_Problem requirements_
Reading the records below, count the lines in which the string "MODEL" appears; write the number only.

Saved entries:

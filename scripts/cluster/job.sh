#!/bin/bash
# SPDX-License-Identifier: BSD-2-Clause
# One job that goes on by itself: five minutes before its limit it is signalled, writes a checkpoint, ends with 75 and is put
# back into the queue. Submit: sbatch scripts/cluster/job.sh evolve MODEL RESULT, or sweep PLAN RESULT.
#SBATCH --job-name=ebbturn
#SBATCH --ntasks=2
#SBATCH --time=04:00:00
#SBATCH --signal=B:USR1@300
#SBATCH --requeue
#SBATCH --open-mode=append
#SBATCH --output=%x-%j.log

set -u
if [ $# -ne 3 ]; then
  echo "usage: sbatch job.sh evolve MODEL RESULT | sweep PLAN RESULT" >&2
  exit 2
fi
command=$1 input=$2 result=$3
export OMP_NUM_THREADS=1 OPENBLAS_NUM_THREADS=1

# begun before: go on; otherwise from the start
shopt -s nullglob
left=("$result".checkpoint-[01] "$result".journal-*)
if [ ${#left[@]} -eq 0 ]; then
  words=("$command" "$input" -o "$result")
elif [ "$command" = evolve ]; then
  words=(evolve --resume "$result")
else
  words=(sweep "$input" --resume "$result")
fi

requeue=0
pid=
trap 'requeue=1; kill -USR1 "$pid" 2>/dev/null' USR1 # limit near: checkpoint, and come back
trap 'kill -USR1 "$pid" 2>/dev/null' TERM            # scancel: checkpoint, and stay away
# Another launcher: RUN='mpiexec'. srun hands signals to the ranks and leaves them time; most mpiexecs leave a second.
# A task that dies takes the step with it: the others would wait for it.
read -r -a launcher <<<"${RUN:-srun --mpi=pmix --kill-on-bad-exit=1}"
"${launcher[@]}" "${EBBTURN:-ebbturn}" "${words[@]}" &
pid=$!
wait "$pid"
code=$?
while kill -0 "$pid" 2>/dev/null; do # a signal ends wait early
  wait "$pid"
  code=$?
done
wait "$pid" 2>/dev/null
late=$?
[ "$late" = 127 ] || code=$late # the shell still knows the status of a child that is gone

# 75 alone is not enough: it also follows scancel
if [ "$code" = 75 ] && [ "$requeue" = 1 ]; then
  echo "job.sh: checkpoint written, back into the queue (restart ${SLURM_RESTART_COUNT:-0})"
  scontrol requeue "$SLURM_JOB_ID"
fi
exit "$code"
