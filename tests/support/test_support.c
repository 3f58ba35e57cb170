/* SPDX-License-Identifier: BSD-2-Clause
 *
 * The helpers of the other tests: a comparison that cannot fail tests nothing. */
#include "support/start.h"

#include <float.h>
#include <math.h>
#include <petscvec.h>

static bool within(double actual, double expected, struct ebb_test_tolerance tolerance)
{
  char text[EBB_TEST_TEXT_MAX];
  bool good = ebb_test_within(actual, expected, tolerance, "x", text);
  cr_expect_eq(good, text[0] == '\0');
  return good;
}

Test(tolerance, rounding_counts_eps_at_the_scale)
{
  cr_expect(within(1 + 2 * DBL_EPSILON, 1, ebb_test_rounding(2, 1)));
  cr_expect_not(within(1 + 3 * DBL_EPSILON, 1, ebb_test_rounding(2, 1)));
  cr_expect(within(DBL_EPSILON, 0, ebb_test_rounding(2, -1)));
}

Test(tolerance, printed_digits_are_half_a_unit_of_the_last)
{
  const struct {
    const char *text;
    double value, half;
  } rows[] = {{"0.41", 0.41, 0.005}, {"-12.", -12, 0.5}, {"1.50e-3", 1.5e-3, 5e-6}, {"3E4", 3e4, 5e3}, {"+7", 7, 0.5}};
  for (size_t i = 0; i < sizeof rows / sizeof *rows; i++) {
    cr_expect_eq(ebb_test_printed_value(rows[i].text), rows[i].value);
    cr_expect(within(rows[i].value + rows[i].half, rows[i].value, ebb_test_printed(rows[i].text)), "%s", rows[i].text);
    cr_expect_not(within(rows[i].value + 1.01 * rows[i].half, rows[i].value, ebb_test_printed(rows[i].text)), "%s",
                  rows[i].text);
  }
  cr_expect_not(within(1, 1, ebb_test_printed("about 1")));
  cr_expect_not(within(1, 1, ebb_test_printed("1.2.3")));
}

/* the trapezoid rule for int_0^1 exp(x) dx = e - 1 on n intervals */
static double trapezoid(int n)
{
  double sum = (1 + exp(1.0)) / 2;
  for (int i = 1; i < n; i++) sum += exp((double)i / n);
  return sum / n;
}

Test(tolerance, truncation_follows_the_observed_order)
{
  double coarse = trapezoid(10), fine = trapezoid(20), exact = exp(1.0) - 1;
  ebb_test_close(fine, exact, ebb_test_truncation(coarse, fine, 2, 2));
  ebb_test_order(coarse - exact, fine - exact, 2, 2);
  cr_expect_not(within(coarse, exact, ebb_test_truncation(coarse, fine, 2, 2)));
  char text[EBB_TEST_TEXT_MAX];
  cr_expect_not(ebb_test_has_order(coarse - exact, fine - exact, 2, 3, text));
  cr_expect(strstr(text, "order 2.00, expected 3"), "%s", text);
}

Test(tolerance, solver_is_a_multiple_of_what_was_asked)
{
  cr_expect(within(100 + 0.9e-6, 100, ebb_test_solver(10, 1e-9, 100)));
  cr_expect_not(within(100 + 1.1e-6, 100, ebb_test_solver(10, 1e-9, 100)));
}

Test(tolerance, nan_never_passes_and_the_text_has_both_numbers)
{
  char text[EBB_TEST_TEXT_MAX];
  cr_expect_not(within(NAN, 1, ebb_test_rounding(1e30, 1)));
  cr_expect_not(within(1, NAN, ebb_test_rounding(1e30, 1)));
  cr_expect_not(ebb_test_has_order(NAN, 1, 2, 1, text));
  cr_expect_not(ebb_test_within(1.5, 1, ebb_test_solver(2, 0.1, 1), "v_mean", text));
  cr_expect_str_eq(text, "v_mean = 1.5, expected 1: off by 0.5 (relative 0.5), limit 0.2 "
                         "[solver, 2 times the requested 0.1 at 1]");
}

Test(start, exit_status_and_both_streams_are_read)
{
  struct ebb_test_run run = ebb_test_start("/", (const char *const[]){"sh", "-c", "pwd; echo wrong >&2; exit 3", NULL});
  cr_expect_eq(run.status, 3);
  cr_expect_str_eq(run.out, "/\n");
  cr_expect_str_eq(run.err, "wrong\n");
  ebb_test_run_clear(&run);
  run = ebb_test_start(NULL, (const char *const[]){"sh", "-c", "kill -TERM $$", NULL});
  cr_expect_eq(run.status, 128 + 15);
  ebb_test_run_clear(&run);
}

Test(start, rank_case_failures_arrive_with_their_rank, .timeout = 60)
{
  struct ebb_test_run run = ebb_test_case(2, "support", (const char *const[]){"fail", NULL});
  cr_expect_eq(run.status, 1, "%s", run.err);
  cr_expect(strstr(run.err, "rank 1 of 2: false: ebb_rank() == 0"), "%s", run.err);
  cr_expect(strstr(run.err, "rank 1 of 2: value = 1, expected 0"), "%s", run.err);
  cr_expect_not(strstr(run.err, "rank 0 of 2: false"), "%s", run.err);
  ebb_test_run_clear(&run);
}

Test(start, rank_case_leaks_are_failures, .timeout = 60)
{
  struct ebb_test_run run = ebb_test_case(2, "support", (const char *const[]){"leak", NULL});
  cr_expect_neq(run.status, 0, "%s", run.err); /* 1, or what a leak sanitizer makes of it */
  cr_expect(strstr(run.err, "rank 0 never freed") && strstr(run.err, "support_case.c"), "%s", run.err);
  ebb_test_run_clear(&run);
}

Test(start, petsc_works_in_a_worker, .init = ebb_test_slepc_begin, .fini = ebb_test_slepc_end)
{
  Vec vector = NULL;
  PetscReal norm = 0;
  ebb_test_call(VecCreateSeq(PETSC_COMM_SELF, 4, &vector));
  ebb_test_call(VecSet(vector, 3));
  ebb_test_call(VecNorm(vector, NORM_2, &norm));
  ebb_test_close(norm, 6, ebb_test_rounding(4, 6)); /* four squares and a root */
  ebb_test_call(VecDestroy(&vector));
}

_Task solution_
2